__ACTIVITY__.
What is the number of lines in the entries that include the word "ValueError"? Respond with the number only.

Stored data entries

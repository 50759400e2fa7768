"""Blocks wired by name: against transfer functions evaluated by hand."""

from __future__ import annotations

from typing import Any

import numpy as np
import pytest

from linverify.numerics.interconnect import Block, IllPosedError, Wire, connected, solved


def block(name: str, n: int, m: int, k: int, rng: Any) -> Block:
    return Block(
        rng.normal(size=(n, n)) - 2.0 * np.eye(n), rng.normal(size=(n, m)), rng.normal(size=(k, n)),
        0.3 * rng.normal(size=(k, m)), tuple(f"{name}.x{i}" for i in range(n)),
        tuple(f"{name}.u{i}" for i in range(m)), tuple(f"{name}.y{i}" for i in range(k)),
    )  # fmt: skip


def gains(matrix: Any, inputs: tuple[str, ...], outputs: tuple[str, ...]) -> Block:
    k, m = matrix.shape
    return Block(np.zeros((0, 0)), np.zeros((0, m)), np.zeros((k, 0)), matrix, (), inputs, outputs)


def at(one: Block, s: complex) -> Any:
    return one.C @ np.linalg.solve(s * np.eye(len(one.A)) - one.A, one.B) + one.D


@pytest.mark.parametrize("seed", range(5))
def test_a_ring_of_blocks_answers_as_its_parts_do(seed: int) -> None:
    rng, s = np.random.default_rng(seed), 0.3 + 1.7j
    one, two, three = block("a", 3, 2, 2, rng), block("b", 2, 1, 1, rng), gains(
        rng.normal(size=(1, 2)), ("c.u0", "c.u1"), ("c.y0",)
    )  # fmt: skip
    wires = [Wire("a.y0", "b.u0", 2.0), Wire("b.y0", "c.u0"), Wire("a.y1", "c.u1", -1.0), Wire("c.y0", "a.u0"),
             Wire("b.y0", "a.u0", 0.5)]  # fmt: skip
    whole = connected([one, two, three], wires)
    G = np.zeros((4, 5), dtype=complex)  # outputs a0 a1 b0 c0, inputs a0 a1 b0 c0 c1
    G[:2, :2], G[2, 2], G[3, 3:] = at(one, s), at(two, s)[0, 0], at(three, s)[0]
    W = np.zeros((5, 4))
    W[2, 0], W[3, 2], W[4, 1], W[0, 3], W[0, 2] = 2.0, 1.0, -1.0, 1.0, 0.5
    assert at(whole, s) == pytest.approx(np.linalg.solve(np.eye(4) - G @ W, G), rel=1e-10)
    part = whole.picked(["c.u1", "a.u1"], ["b.y0"])
    assert at(part, s) == pytest.approx(np.linalg.solve(np.eye(4) - G @ W, G)[2:3, [4, 1]], rel=1e-10)


def test_negative_feedback() -> None:
    one = block("a", 3, 1, 1, np.random.default_rng(3))
    L = at(one, 1.0j)[0, 0]
    assert at(connected([one], [Wire("a.y0", "a.u0", -1.0)]), 1.0j)[0, 0] == pytest.approx(L / (1.0 + L), rel=1e-10)


def test_a_cycle_without_a_solution_is_refused_whatever_the_units() -> None:
    for size in (1.0, 1e6, 1e-9):
        one = gains(np.array([[0.0, size], [1.0 / size, 0.0]]), ("p", "q"), ("r", "s"))
        with pytest.raises(IllPosedError):
            connected([one], [Wire("r", "p"), Wire("s", "q")])
        other = gains(np.array([[0.0, 0.5 * size], [1.0 / size, 0.0]]), ("p", "q"), ("r", "s"))
        assert connected([other], [Wire("r", "p"), Wire("s", "q")]).D[0, 1] == pytest.approx(size, rel=1e-12)


def test_names_are_checked() -> None:
    one = block("a", 1, 1, 1, np.random.default_rng(0))
    with pytest.raises(ValueError, match=r"two blocks have a signal called a\.u0"):
        connected([one, one], [])
    with pytest.raises(ValueError, match="no block has both ends"):
        connected([one], [Wire("b.y0", "a.u0")])


def test_equations_of_feedthrough() -> None:
    assert solved(np.array([[1.0]]), np.array([[3.0]])) == pytest.approx(1.5)
    with pytest.raises(IllPosedError):
        solved(np.array([[-1.0]]), np.array([[3.0]]))


@pytest.mark.parametrize("gain", [1e6, 1e9, 1e15])
def test_no_gain_is_too_large_where_nothing_feeds_through_in_a_circle(gain: float) -> None:
    plant = Block(np.zeros((1, 1)), np.array([[1.0 / gain]]), np.eye(1), np.zeros((1, 1)), ("x",), ("u",), ("y",))
    wires = [Wire("y", "e", -1.0), Wire("v", "u")]
    closed = connected([plant, gains(np.array([[gain]]), ("e",), ("v",))], wires)
    assert closed.A[0, 0] == pytest.approx(-1.0, rel=1e-12)
    assert solved(np.array([[0.0, gain], [0.0, 0.0]]), np.eye(2)) == pytest.approx(
        np.array([[1.0, -gain], [0.0, 1.0]]), rel=1e-12
    )
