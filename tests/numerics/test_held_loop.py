"""What a sampled loop sees, against a simulation in plain time that keeps whole histories and shares no code."""

from __future__ import annotations

import math
from typing import Any

import numpy as np
import pytest
from scipy.linalg import expm

from linverify.numerics.held_loop import Sampled, seen
from linverify.numerics.interconnect import Block

TINY = 1e-9


def block(A: Any, B: Any, C: Any, D: Any, prefix: str, inputs: tuple[str, ...], outputs: tuple[str, ...]) -> Block:
    A, B, C, D = (np.array(each, dtype=float, ndmin=2) for each in (A, B, C, D))
    return Block(A, B, C, D, tuple(f"{prefix}{k}" for k in range(len(A))), inputs, outputs)


def answered(seen_by: Block, values: Any) -> Any:
    """Readings (K, q) of a difference equation for outputs (K, m) of the loop."""
    x, found = np.zeros(len(seen_by.A)), []
    for v in values:
        found.append(seen_by.C @ x + seen_by.D @ v)
        x = seen_by.A @ x + seen_by.B @ v
    return np.array(found)


class Plain:
    """A hybrid simulation: outputs of all loops as lists of (time, value), the plant exact between any two events."""

    def __init__(self, plant: Block, outer: Sampled, inside: list[Sampled], values: Any) -> None:
        self.plant, self.outer, self.inside, self.values = plant, outer, inside, values
        self.loops = [outer, *inside]
        self.sent: dict[tuple[str, int], list[tuple[float, float]]] = {
            (one.name, j): [] for one in self.loops for j in range(len(one.moves))
        }
        self.state = {one.name: np.zeros(len(one.controller.A)) for one in inside}
        self.track: list[tuple[float, Any]] = []  # measured, just before each event

    def held(self, loop: Sampled, j: int, t: float) -> float:
        late = [value for when, value in self.sent[loop.name, j] if when + loop.late[j] <= t + TINY]
        return late[-1] if late else 0.0

    def inputs(self, t: float) -> Any:
        u = np.zeros(len(self.plant.inputs))
        for one in self.loops:
            for j, name in enumerate(one.moves):
                if name in self.plant.inputs:
                    u[self.plant.inputs.index(name)] += self.held(one, j, t)
        return u

    def events(self, end: float) -> list[float]:
        found = {0.0}
        for one in self.loops:
            for k in range(round(end / one.step) + 1):
                for shift in (0.0, *one.late, *(-old for old in one.old)):
                    found.add(k * one.step + shift)
        kept: list[float] = []
        for t in sorted(found):
            if 0.0 <= t <= end + TINY and (not kept or t - kept[-1] > TINY):
                kept.append(t)
        return kept

    def measured_at(self, t: float) -> Any:
        for when, values in self.track:
            if abs(when - t) <= TINY:
                return values
        return np.zeros(len(self.plant.outputs))  # before the beginning

    def read(self, loop: Sampled, t: float) -> Any:
        rows = [self.plant.outputs.index(name) for name in loop.reads]
        return np.array([self.measured_at(t - old)[row] for row, old in zip(rows, loop.old, strict=True)])

    def run(self) -> Any:
        end = self.outer.step * (len(self.values) - 1)
        times, x, u, readings = self.events(end), np.zeros(len(self.plant.A)), np.zeros(len(self.plant.inputs)), []
        before = 0.0
        for t in times:
            n, m = self.plant.B.shape
            whole = np.zeros((n + m, n + m))
            whole[:n] = np.hstack([self.plant.A, self.plant.B])
            x = (expm(whole * (t - before)) @ np.concatenate([x, u]))[:n]
            before = t
            self.track.append((t, self.plant.C @ x + self.plant.D @ u))
            for one in self.loops:
                if abs(t / one.step - round(t / one.step)) > TINY:
                    continue
                y = self.read(one, t)
                if one is self.outer:
                    readings.append(y)
                    self.send(one, t, self.values[round(t / one.step)])
                else:
                    error = self.set_points(one, t) - y
                    k, s = one.controller, self.state[one.name]
                    self.send(one, t, k.C @ s + k.D @ error)
                    self.state[one.name] = k.A @ s + k.B @ error
            u = self.inputs(t)
        return np.array(readings)

    def set_points(self, loop: Sampled, t: float) -> Any:
        found = np.zeros(len(loop.reads))
        for one in self.loops:
            for j, name in enumerate(one.moves):
                for i, signal in enumerate(loop.reads):
                    if name == f"{loop.name}.set_point.{signal}":
                        found[i] += self.held(one, j, t)
        return found

    def send(self, loop: Sampled, t: float, values: Any) -> None:
        for j, value in enumerate(np.atleast_1d(values)):
            self.sent[loop.name, j].append((t, float(value)))


def controller(name: str, n: int, reads: tuple[str, ...], count: int, rng: Any) -> Block:
    A = rng.normal(size=(n, n))
    A *= 0.7 / max(1e-9, np.abs(np.linalg.eigvals(A)).max()) if n else 1.0
    return Block(
        A, rng.normal(size=(n, len(reads))), rng.normal(size=(count, n)), 0.3 * rng.normal(size=(count, len(reads))),
        tuple(f"{name}.{k}" for k in range(n)), tuple(f"{name}.set_point.{one}" for one in reads),
        tuple(f"{name}.out{k}" for k in range(count)),
    )  # fmt: skip


@pytest.mark.parametrize("seed", range(12))
@pytest.mark.parametrize("feed", [0.0, 0.4])
def test_delays_and_inner_loops_are_exact(seed: int, feed: float) -> None:
    rng = np.random.default_rng(seed)
    n = 4
    A = rng.normal(size=(n, n)) - 1.5 * np.eye(n)
    plant = block(
        A, rng.normal(size=(n, 2)), rng.normal(size=(3, n)), feed * rng.normal(size=(3, 2)), "x", ("u1", "u2"),
        ("a", "b", "c"),
    )  # fmt: skip
    H, ratio = 0.2, int(rng.integers(1, 4))
    delays = [0.0, 0.07, 0.2, 0.31, 0.4]
    inner = Sampled(
        "inner", H / ratio, controller("inner", 2, ("b",), 1, rng), ("b",), ("u2",), (float(rng.choice(delays)),),
        (float(rng.choice(delays)),),
    )  # fmt: skip
    other = Sampled(
        "other", H, controller("other", 1, ("c",), 1, rng), ("c",), ("u1",), (float(rng.choice(delays)),), (0.0,)
    )
    outer = Sampled(
        "outer", H, controller("outer", 0, ("a", "c"), 2, rng), ("a", "c"), ("u1", "inner.set_point.b"),
        (float(rng.choice(delays)), float(rng.choice(delays))), (float(rng.choice(delays)), 0.0),
    )  # fmt: skip
    values = rng.normal(size=(15, 2))
    found = answered(seen(plant, outer, [inner, other], None), values)
    plain = Plain(plant, outer, [inner, other], values).run()
    assert np.abs(plain).max() > 0.01
    assert found == pytest.approx(plain, rel=1e-8, abs=1e-9 * np.abs(plain).max())


def test_a_difference_equation_is_lifted_to_the_slower_loop() -> None:
    plant = block([[0.9, 0.1], [0.0, 0.8]], [[0.0], [1.0]], [[1.0, 0.0]], [[0.0]], "x", ("u",), ("y",))
    outer = Sampled("outer", 0.3, controller("outer", 0, ("y",), 1, np.random.default_rng(0)), ("y",), ("u",),
                    (0.1,), (0.0,))  # fmt: skip
    found = seen(plant, outer, [], 0.1)
    x, u, readings = np.zeros(2), [0.0] * 31, []
    for k in range(30):
        if k % 3 == 0:
            readings.append(x[0])
            for later in range(k + 1, min(k + 4, 31)):
                u[later] = 1.0
        x = plant.A @ x + plant.B[:, 0] * u[k]
    assert answered(found, np.ones((10, 1)))[:, 0] == pytest.approx(readings, rel=1e-12)


def test_rates_that_do_not_fit_are_refused() -> None:
    plant = block([[-1.0]], [[1.0]], [[1.0]], [[0.0]], "x", ("u",), ("y",))
    make = controller("one", 0, ("y",), 1, np.random.default_rng(0))
    outer = Sampled("outer", 0.3, make, ("y",), ("u",), (0.0,), (0.0,))
    with pytest.raises(ValueError, match="no whole multiple of that of inner"):
        seen(plant, outer, [Sampled("inner", 0.2, make, ("y",), ("u",), (0.0,), (0.0,))], None)
    with pytest.raises(ValueError, match="no whole multiple of that of inner"):
        seen(plant, outer, [Sampled("inner", 0.6, make, ("y",), ("u",), (0.0,), (0.0,))], None)
    with pytest.raises(ValueError, match="no whole multiple of the step"):
        seen(plant, outer, [], 0.2)


def test_a_hold_costs_half_a_sample() -> None:
    """An integrator behind a hold: z-transform h / (z - 1), by hand."""
    plant = block([[0.0]], [[1.0]], [[1.0]], [[0.0]], "x", ("u",), ("y",))
    make = controller("one", 0, ("y",), 1, np.random.default_rng(0))
    found = seen(plant, Sampled("outer", 0.1, make, ("y",), ("u",), (0.0,), (0.0,)), [], None)
    z = np.exp(0.7j)
    shown = found.C @ np.linalg.solve(z * np.eye(len(found.A)) - found.A, found.B) + found.D
    assert shown[0, 0] == pytest.approx(0.1 / (z - 1.0), rel=1e-12)
    assert math.isclose(abs(found.A[0, 0]), 1.0)
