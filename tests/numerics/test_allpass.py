"""The chain that stands for a dead time: of size one everywhere, right up to the stated frequency, well scaled."""

from __future__ import annotations

from math import factorial

import numpy as np
import pytest

from linverify.numerics.allpass import all_pass, good_up_to


def response(delay: float, order: int, w: float) -> complex:
    A, b, c, d = all_pass(delay, order)
    return complex(c @ np.linalg.solve(1j * w * np.eye(order) - A, b) + d)


@pytest.mark.parametrize("order", [1, 2, 3, 4, 7, 8])
def test_it_is_the_pade_approximation(order: int) -> None:
    """exp(-s) as D(-s) / D(s) with D = sum over k of (2 N - k)! N! / ((2 N)! k! (N - k)!) s^k (value from memory)."""
    n, terms = factorial(order), range(order + 1)
    below = np.array(
        [factorial(2 * order - k) * n / factorial(2 * order) / factorial(k) / factorial(order - k) for k in terms]
    )
    for w in (0.3, 1.7, 4.0):
        powers = (1j * w) ** np.arange(order + 1)
        expected = (below @ (powers * (-1.0) ** np.arange(order + 1))) / (below @ powers)
        assert response(1.0, order, w) == pytest.approx(complex(expected), rel=1e-9)


@pytest.mark.parametrize("order", [5, 6])
def test_its_size_is_one_at_every_frequency(order: int) -> None:
    for w in np.geomspace(1e-2, 1e4, 30):
        assert abs(response(0.03, order, float(w))) == pytest.approx(1.0, rel=1e-12)


@pytest.mark.parametrize("delay", [1e-4, 0.5, 40.0])
def test_it_is_good_up_to_the_frequency_that_is_told(delay: float) -> None:
    limit = good_up_to(delay)
    for share in (0.1, 0.5, 1.0):
        assert abs(response(delay, 6, share * limit) - np.exp(-1j * share * limit * delay)) <= 0.01
    assert abs(response(delay, 6, 1.1 * limit) - np.exp(-1j * 1.1 * limit * delay)) > 0.01


def test_it_is_stable() -> None:
    for order in (2, 5, 6, 9):
        assert np.linalg.eigvals(all_pass(2.0, order)[0]).real.max() < 0.0
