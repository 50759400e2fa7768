"""Linear models without a plant, and pairs of them, for the comparisons of two models."""

from __future__ import annotations

import numpy as np

from linverify.core.model import LocalModel, OperatingPoint
from linverify.core.signals import Signals
from linverify.numerics.pair import Pair, printed_to


def linear(A, B, C, D, step: float | None = None, error: float = 0.0) -> LocalModel:
    """States x0.., inputs u0.., outputs y0.., without units, about the origin; every entry known to `error`."""
    A, B, C, D = (np.atleast_2d(np.array(block, dtype=float)) for block in (A, B, C, D))
    n, m, k = len(A), B.shape[1], len(C)
    if A.size == 0:
        n, A, B, C = 0, A.reshape(0, 0), B.reshape(0, D.shape[1]), C.reshape(len(D), 0)
        m, k = D.shape[1], len(D)
    names = [Signals(tuple(f"{p}{i}" for i in range(c)), ("1",) * c) for p, c in (("x", n), ("u", m), ("y", k))]
    at = OperatingPoint(np.zeros(n), np.zeros(m), np.zeros(k), np.zeros(n), 0.0, *names)
    errors = {name: np.full(block.shape, error) for name, block in zip("ABCD", (A, B, C, D), strict=True)}
    return LocalModel(A, B, C, D, *names, at, step, errors=errors)


def pair_of(delivered: LocalModel, reference: LocalModel, digits: int = 17) -> Pair:
    rounding = {name: printed_to(getattr(delivered, name), digits) for name in "ABCD"}
    k, m = reference.D.shape
    return Pair(delivered, reference, rounding, np.ones(len(reference.A)), np.ones(m), np.ones(k))


def random_model(generator, n: int, m: int, k: int, *, damping: float, change: float = 0.0) -> LocalModel:
    """Stable modes over four decades in random coordinates; the same generator with `change` gives a neighbour."""
    A, i = np.zeros((n, n)), 0
    while i < n:
        if i + 1 < n and generator.random() < 0.7:
            w, z = 10 ** generator.uniform(-2, 2), 10 ** generator.uniform(np.log10(damping), 0)
            w *= 1.0 + change * z
            A[i : i + 2, i : i + 2] = [[-z * w, w], [-w, -z * w]]
            i += 2
        else:
            A[i, i] = -(10 ** generator.uniform(-2, 2)) * (1.0 + change)
            i += 1
    T = generator.normal(size=(n, n))
    B, C = generator.normal(size=(n, m)), generator.normal(size=(k, n))
    D = generator.normal(size=(k, m)) * (generator.random((k, m)) < 0.3)
    return linear(np.linalg.solve(T, A @ T), B * (1.0 + 0.3 * change), C, D)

__FINAL ANSWER__.
5